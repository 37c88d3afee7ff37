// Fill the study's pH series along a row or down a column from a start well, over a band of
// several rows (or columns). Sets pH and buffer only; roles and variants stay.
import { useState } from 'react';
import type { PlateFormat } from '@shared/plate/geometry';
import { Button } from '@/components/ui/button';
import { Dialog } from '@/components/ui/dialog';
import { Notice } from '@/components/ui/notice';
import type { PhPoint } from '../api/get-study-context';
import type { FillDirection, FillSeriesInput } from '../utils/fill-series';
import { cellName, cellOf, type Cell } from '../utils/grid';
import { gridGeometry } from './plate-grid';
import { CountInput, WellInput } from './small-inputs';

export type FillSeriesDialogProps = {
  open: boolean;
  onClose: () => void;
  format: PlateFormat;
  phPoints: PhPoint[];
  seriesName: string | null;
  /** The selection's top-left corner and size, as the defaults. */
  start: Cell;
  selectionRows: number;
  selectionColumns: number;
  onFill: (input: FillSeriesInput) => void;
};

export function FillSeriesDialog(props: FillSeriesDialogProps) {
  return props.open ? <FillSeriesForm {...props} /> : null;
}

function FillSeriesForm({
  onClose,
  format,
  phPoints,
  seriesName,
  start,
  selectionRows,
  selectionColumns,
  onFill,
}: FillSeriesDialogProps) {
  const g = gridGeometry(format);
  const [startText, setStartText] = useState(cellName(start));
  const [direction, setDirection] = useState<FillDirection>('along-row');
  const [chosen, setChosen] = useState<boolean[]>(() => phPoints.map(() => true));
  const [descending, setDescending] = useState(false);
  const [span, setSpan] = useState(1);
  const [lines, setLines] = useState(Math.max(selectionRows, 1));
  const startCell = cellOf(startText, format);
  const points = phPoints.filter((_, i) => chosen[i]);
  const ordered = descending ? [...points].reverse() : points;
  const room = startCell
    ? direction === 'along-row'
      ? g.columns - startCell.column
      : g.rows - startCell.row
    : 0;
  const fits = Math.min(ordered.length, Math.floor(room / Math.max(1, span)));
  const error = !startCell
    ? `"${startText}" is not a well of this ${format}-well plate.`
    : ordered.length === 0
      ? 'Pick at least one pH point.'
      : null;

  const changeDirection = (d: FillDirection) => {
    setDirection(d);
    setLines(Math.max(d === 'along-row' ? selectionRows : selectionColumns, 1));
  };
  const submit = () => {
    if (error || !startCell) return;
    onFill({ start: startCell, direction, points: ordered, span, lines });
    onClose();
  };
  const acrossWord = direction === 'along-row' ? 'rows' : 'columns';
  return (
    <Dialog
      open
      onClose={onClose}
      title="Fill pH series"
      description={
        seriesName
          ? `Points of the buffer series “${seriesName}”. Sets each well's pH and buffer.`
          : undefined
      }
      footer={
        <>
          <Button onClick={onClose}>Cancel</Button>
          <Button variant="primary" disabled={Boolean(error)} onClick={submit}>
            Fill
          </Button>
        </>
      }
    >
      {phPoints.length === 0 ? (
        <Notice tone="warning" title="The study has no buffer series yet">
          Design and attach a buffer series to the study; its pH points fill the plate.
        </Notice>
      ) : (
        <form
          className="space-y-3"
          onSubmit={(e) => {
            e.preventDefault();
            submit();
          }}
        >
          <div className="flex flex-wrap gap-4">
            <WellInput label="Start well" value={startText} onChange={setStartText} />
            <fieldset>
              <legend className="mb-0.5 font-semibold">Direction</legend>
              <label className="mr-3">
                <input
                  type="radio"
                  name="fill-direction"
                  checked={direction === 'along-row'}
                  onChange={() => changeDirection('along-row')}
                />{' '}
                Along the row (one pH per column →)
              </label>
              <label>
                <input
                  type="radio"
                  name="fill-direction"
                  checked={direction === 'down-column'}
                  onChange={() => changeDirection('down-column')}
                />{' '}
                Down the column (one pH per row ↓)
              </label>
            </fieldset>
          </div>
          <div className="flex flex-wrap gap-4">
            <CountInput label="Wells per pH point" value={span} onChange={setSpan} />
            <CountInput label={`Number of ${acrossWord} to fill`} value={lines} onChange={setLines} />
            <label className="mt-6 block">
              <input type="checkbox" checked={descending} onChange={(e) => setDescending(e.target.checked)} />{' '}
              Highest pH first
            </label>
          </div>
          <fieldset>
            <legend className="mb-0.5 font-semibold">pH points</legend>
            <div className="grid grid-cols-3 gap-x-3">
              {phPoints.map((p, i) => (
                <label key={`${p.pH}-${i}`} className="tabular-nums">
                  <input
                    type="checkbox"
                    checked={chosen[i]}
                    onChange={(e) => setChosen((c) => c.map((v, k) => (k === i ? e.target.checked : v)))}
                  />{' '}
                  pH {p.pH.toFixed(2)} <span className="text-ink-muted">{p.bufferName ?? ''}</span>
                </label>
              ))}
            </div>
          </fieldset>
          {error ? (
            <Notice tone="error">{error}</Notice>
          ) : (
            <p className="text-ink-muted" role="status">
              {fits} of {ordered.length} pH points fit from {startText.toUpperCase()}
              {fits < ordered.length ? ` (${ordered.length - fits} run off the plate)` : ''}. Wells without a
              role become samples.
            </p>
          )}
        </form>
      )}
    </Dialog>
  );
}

============

**PROBLEM DETAILS:**
Everything above from the line containing "const [chosen, setChosen]" down to the line containing "const [lines, setLines]" should be copied exactly, both end lines included, and nothing else.

**RESPONSE BOX:**
  const [chosen, setChosen] = useState<boolean[]>(() => phPoints.map(() => true));
  const [descending, setDescending] = useState(false);
  const [span, setSpan] = useState(1);
  const [lines, setLines] = useState(Math.max(selectionRows, 1));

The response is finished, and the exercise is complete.